The demand for seller j ∈ N is then

Dj(m,p) = Pr[xj ≥ pj and∑i∈N

max(xi − pi, 0) ≥ m], if m ≥ 0. (2)

Figure 1 shows the demand patterns for two sellers. The left panel corresponds

to m > 0, where the shoppers on the upper-right side of the line segments ab, bc,

and cd visit the platform. Those on the right side of be, bc, and cd buy from seller

1, and those above ab, bc, and cf buy from seller 2.

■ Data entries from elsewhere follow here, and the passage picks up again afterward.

// Exact unconditional limits of a difference or ratio (Chan & Zhang 1999): the values that a one-sided score-ordered exact test
// does not reject, from the first one on. p may rise and fall with the value, so that a limit is not looked for by
// bisection alone: whole stretches of values are proved to be rejected, and the limit is where the proved ones end.
import { staysBelow } from './certified-maximum.js';
import { constrainedScore, type NullValue } from './constrained-score.js';
import { lineOf, linePolynomial } from './line-polynomial.js';
import { setBeyond } from './null-value-p.js';
import type { OutcomeSet, TwoGroupsSeen } from './outcomes.js';

export interface ExactLimits {
  readonly lower: number;
  readonly upper: number;
}

/** Stretches looked at for one limit, usually. */
const usualSteps = 150;
const mostSteps = 1500;
/** The last stretch left undecided is at most this wide; the limit is its outer end. */
const width = 2 ** -35;

/** Counted work of one limit in units of about 30 ns. */
export function limitWork({ firstSize, secondSize }: Pick<TwoGroupsSeen, 'firstSize' | 'secondSize'>): number {
  const outcomes = (firstSize + 1) * (secondSize + 1);
  return Math.round(usualSteps * ((outcomes * (firstSize + secondSize)) / 30 + 8 * outcomes + 100));
}

/**
 * Limits of which each errs with probability at most `risk`, whatever the proportions are (half of 1 - confidence).
 * undefined where more stretches were needed than are allowed.
 */
export function exactLimits(seen: TwoGroupsSeen, of: NullValue['of'], risk: number): ExactLimits | undefined {
  const { firstEvents: x1, firstSize, secondEvents: x2, secondSize } = seen;
  if (of === 'ratio' && x2 === 0 && x1 === 0) return { lower: 0, upper: Infinity };
  const lower = lowerLimit(seen, of, risk);
  const swapped = { firstSize: secondSize, firstEvents: x2, secondSize: firstSize, secondEvents: x1 };
  const other = lowerLimit(swapped, of, risk);
  if (lower === undefined || other === undefined) return undefined;
  // p1 - p2 = -(p2 - p1); p1 / p2 = 1 / (p2 / p1).
  return { lower, upper: of === 'difference' ? 0 - other : other === 0 ? Infinity : 1 / other };
}

/** Values on a scale of 0 to 1 that rises with them: (1 + difference) / 2, or ratio / (1 + ratio). */
const valueAt = (of: NullValue['of'], place: number): number =>
  of === 'difference' ? 2 * place - 1 : place / (1 - place);

function lowerLimit(seen: TwoGroupsSeen, of: NullValue['of'], risk: number): number | undefined {
  if (seen.firstEvents === 0 && of === 'ratio') return 0;
  const sets = new Map<number, OutcomeSet>();
  const setAt = (place: number): OutcomeSet => {
    let set = sets.get(place);
    if (set === undefined) {
      set = setBeyond(seen, constrainedScore(seen, { of, value: valueAt(of, place) }), 'upper');
      sets.set(place, set);
    }
    return set;
  };
  /** Every value between the two places is rejected: their outcomes together have probability at most `risk` at the far one. */
  const isRejected = (from: number, to: number): boolean => {
    const both = withAllBeyond(from === 0 ? setAt(to) : union(setAt(from), setAt(to)));
    return staysBelow(linePolynomial(both, lineOf({ of, value: valueAt(of, to) })), risk);
  };
  let proved = 0;
  let step = 0.125;
  for (let done = 0; done < mostSteps; done++) {
    const to = Math.min(proved + step, 1 - width);
    if (to <= proved) break;
    if (isRejected(proved, to)) {
      proved = to;
      step *= 2;
      for (const place of sets.keys()) if (place < proved) sets.delete(place);
    } else if (step <= width) return valueAt(of, proved);
    else step /= 2;
  }
  return undefined;
}

function union(one: OutcomeSet, other: OutcomeSet): OutcomeSet {
  return { ...one, inside: one.inside.map((here, k) => here | other.inside[k]!) };
}

/** With an outcome, all of more events in the first and fewer in the second group: its probability then rises with the value. */
function withAllBeyond({ firstSize, secondSize, inside }: OutcomeSet): OutcomeSet {
  const closed = inside.slice();
  const rowLength = secondSize + 1;
  for (let x1 = 0; x1 <= firstSize; x1++) {
    for (let x2 = secondSize; x2 >= 0; x2--) {
      const k = x1 * rowLength + x2;
      if ((x1 > 0 && closed[k - rowLength] === 1) || (x2 < secondSize && closed[k + 1] === 1)) closed[k] = 1;
    }
  }
  return { firstSize, secondSize, inside: closed };
}
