@pytest.mark.parametrize("form", [n for n, form in FORMS.items() if form.structural_zeros])
def test_merging_keeps_zeros_at_the_origin_in_the_structure(form: str) -> None:
    """With every weight off by up to 2 % the high-pass falls by 80 dB a decade as before."""
    target = butterworth(4, 1e3, highpass=True)
    graph = merge_adders(realized(target, form), frequencies_of_interest(target))
    s = 2j * np.pi * np.array([1.0, 10.0])
    off = perturbed(graph, np.random.default_rng(3))
    assert np.max(np.abs(20 * np.log10(np.abs(off.at(s) / target.at(s))))) < 2.0


@pytest.mark.parametrize(("form", "adder"), [("controllable", "e"), ("cascade", "y1")])
def test_the_fold_that_is_refused_would_have_lost_the_zeros(form: str, adder: str) -> None:
    """A high-pass signal read several times: each reader would subtract for itself."""
    w = 6e3
    poles = [Factor.pair(w, 0.6), Factor.pair(w, 1.3)]
    zeros = [Factor.real(0), Factor.real(0), Factor.real(0), Factor.real(-F(3e3))]
    target = TransferFunction.from_factors(1, zeros, poles)
    graph = realize(target, form)
    s = 2j * np.pi * np.array([1.0, 10.0])

    def off(graph: BlockGraph) -> float:
        np.testing.assert_allclose(graph.at(s), target.at(s), rtol=1e-6)
        response = perturbed(graph, np.random.default_rng(3)).at(s)
        return float(np.max(np.abs(20 * np.log10(np.abs(response / target.at(s))))))

    assert off(folded(graph, [adder])) > 10.0
    assert off(graph) < 2.0
    assert off(merge_adders(graph, frequencies_of_interest(target))) < 2.0


def test_a_high_pass_read_once_is_folded_and_keeps_its_accuracy() -> None:
    """u - x into an integrator alone: the reader subtracts as the adder did, with no more
    parts, so the error of perturbed weights is not larger, however much the two cancel."""
    w = F(1000)
    graph = BlockGraph(
        "any",
        (
            Block("x1", "integrator", (Term(INPUT, w, "in"), Term("x1", -w, "back"))),
            Block("h", "adder", (Term(INPUT, F(1), "u"), Term("x1", F(-1), "x"))),
            Block("x2", "integrator", (Term("h", -w, "h"), Term("x2", -w, "back"))),
        ),
        "x2",
    )
    frequency = np.geomspace(0.01, 1e5, 40)
    merged = merge_adders(graph, frequency)
    assert [b.name for b in merged.blocks] == ["x1", "x2"]
    assert [t.sets for t in merged.by_name["x2"].terms] == [
        "h (in part of h)",
        "h (x1 part of h)",
        "back",
    ]
    s = 2j * np.pi * frequency
    rng = np.random.default_rng(2)
    errors = [
        np.mean([np.abs(perturbed(g, rng).at(s) / graph.at(s) - 1) for _ in range(400)], axis=0)
        for g in (merged, graph)
    ]
    assert np.all(errors[0] < 1.1 * errors[1])


def lag_cascade() -> TransferFunction:
    """Two lags, each with its zero above its pole, and a pole: nothing cancels much."""
    zeros = [Factor.real(-4e3), Factor.real(-9e4)]
    poles = [Factor.real(-1e3), Factor.real(-3e4), Factor.real(-5e5)]
    return TransferFunction.from_factors(400_000, zeros, poles)


def test_lags_of_a_cascade_lose_their_adders_and_no_accuracy(
    monkeypatch: pytest.MonkeyPatch,
) -> None:
    """Op-amps are saved, H(s) is exactly the same, and the spread from tolerance of the whole
    circuit, by the nodal engine, is not larger."""
    target = lag_cascade()
    graph = realize(target, "cascade")
    merged = merge_adders(graph, frequencies_of_interest(target))
    assert len(merged.adders) < len(graph.adders)
    assert merged.state_matrices() == graph.state_matrices()
    frequency = np.geomspace(10, 1e5, 60)
    job = job_for(target, (10, 1e5), input_peak=0.5)
    sketch = sketch_form(job, "cascade", frequency)
    assert [b.name for b in sketch.graph.blocks] == [b.name for b in merged.blocks]
    monkeypatch.setattr(candidates, "merge_adders", lambda graph, *_, **__: graph)
    plain = sketch_form(job, "cascade", frequency)
    assert [b.name for b in plain.graph.blocks] == [b.name for b in graph.blocks]
    assert len(sketch.circuit.amplifiers) <= len(plain.circuit.amplifiers) - 2
    assert sketch.spread_db <= plain.spread_db
    assert sketch.spread_deg <= 1.1 * plain.spread_deg


def test_references_do_not_depend_on_what_the_job_fixes() -> None:
    """Fixing a part of the merged circuit finds that very part."""
    frequency = np.geomspace(10, 1e5, 60)
    job = job_for(lag_cascade(), (10, 1e5), input_peak=0.5)
    plain = sketch_form(job, "cascade", frequency).circuit
    ref = plain.cells[-1].feedback
    value = plain.by_ref[ref].value
    fixed = replace(job, board=replace(job.board, fixed=((ref, value),)))
    again = sketch_form(fixed, "cascade", frequency).circuit
    assert again.by_ref[ref].value == value
    assert [(p.ref, p.nets) for p in again.passives] == [(p.ref, p.nets) for p in plain.passives]


def test_many_adders_are_folded_one_by_one(monkeypatch: pytest.MonkeyPatch) -> None:
    """Never worse than no fold, never better than all subsets, and equal to the target; most of
    the time as good as these."""
    rng = np.random.default_rng(8)
    as_good = 0
    for _ in range(20):
        target = random_target(rng, 6, decades=2.0)
        graph, grid = realize(target, "cascade"), frequencies_of_interest(target)[::4]
        best = op_amps(merge_adders(graph, grid))
        with monkeypatch.context() as patch:
            patch.setattr(merging, "MOST_ENUMERATED", 0)
            found = merge_adders(graph, grid)
        assert best <= op_amps(found) <= op_amps(graph)
        assert found.state_matrices() == graph.state_matrices()
        as_good += op_amps(found) == best
    assert as_good >= 15


def test_the_output_and_integrators_are_not_folded() -> None:
    graph = realize(lag_cascade(), "cascade")
    for name in ("x1", graph.output, "nothing"):
        with pytest.raises(GraphError, match="expected an adder that is not the output"):
            folded(graph, [name])


def test_weights_that_cancel_but_for_rounding_are_no_part() -> None:
    """0.1 + 0.2 - 0.3 in doubles is 6e-17, which no resistor could carry."""
    graph = BlockGraph(
        "any",
        (
            Block("a", "adder", (Term(INPUT, 0.1), Term("x1", 1.0))),
            Block("b", "adder", (Term(INPUT, 0.2), Term("a", 1.0))),
            Block("x1", "integrator", (Term("b", 1.0), Term(INPUT, -0.3), Term("x1", -5.0))),
        ),
        "x1",
    )
    with pytest.raises(GraphError, match="cancel but for rounding"):
        folded(graph, ["a", "b"])
    assert merge_adders(graph, FREQUENCY).by_name.keys() != {"x1"}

Figure 1: Shoppers’Purchase Choice when n = 2

The case with a subsidy (m < 0) is different because receiving the subsidy is

contingent on purchasing from at least one seller. Therefore a shopper visits the

platform if and only if there exists some seller i ∈ N who provides him with an

expected net surplus xi − pi −m ≥ 0. This means the platform’s demand is now

D0(m,p) = Pr[max(xi − pi −m,∀i ∈ N) ≥ 0], if m < 0. (3)

Now consider seller j’s demand. A shopper will clearly buy from her if xj−pj ≥ 0.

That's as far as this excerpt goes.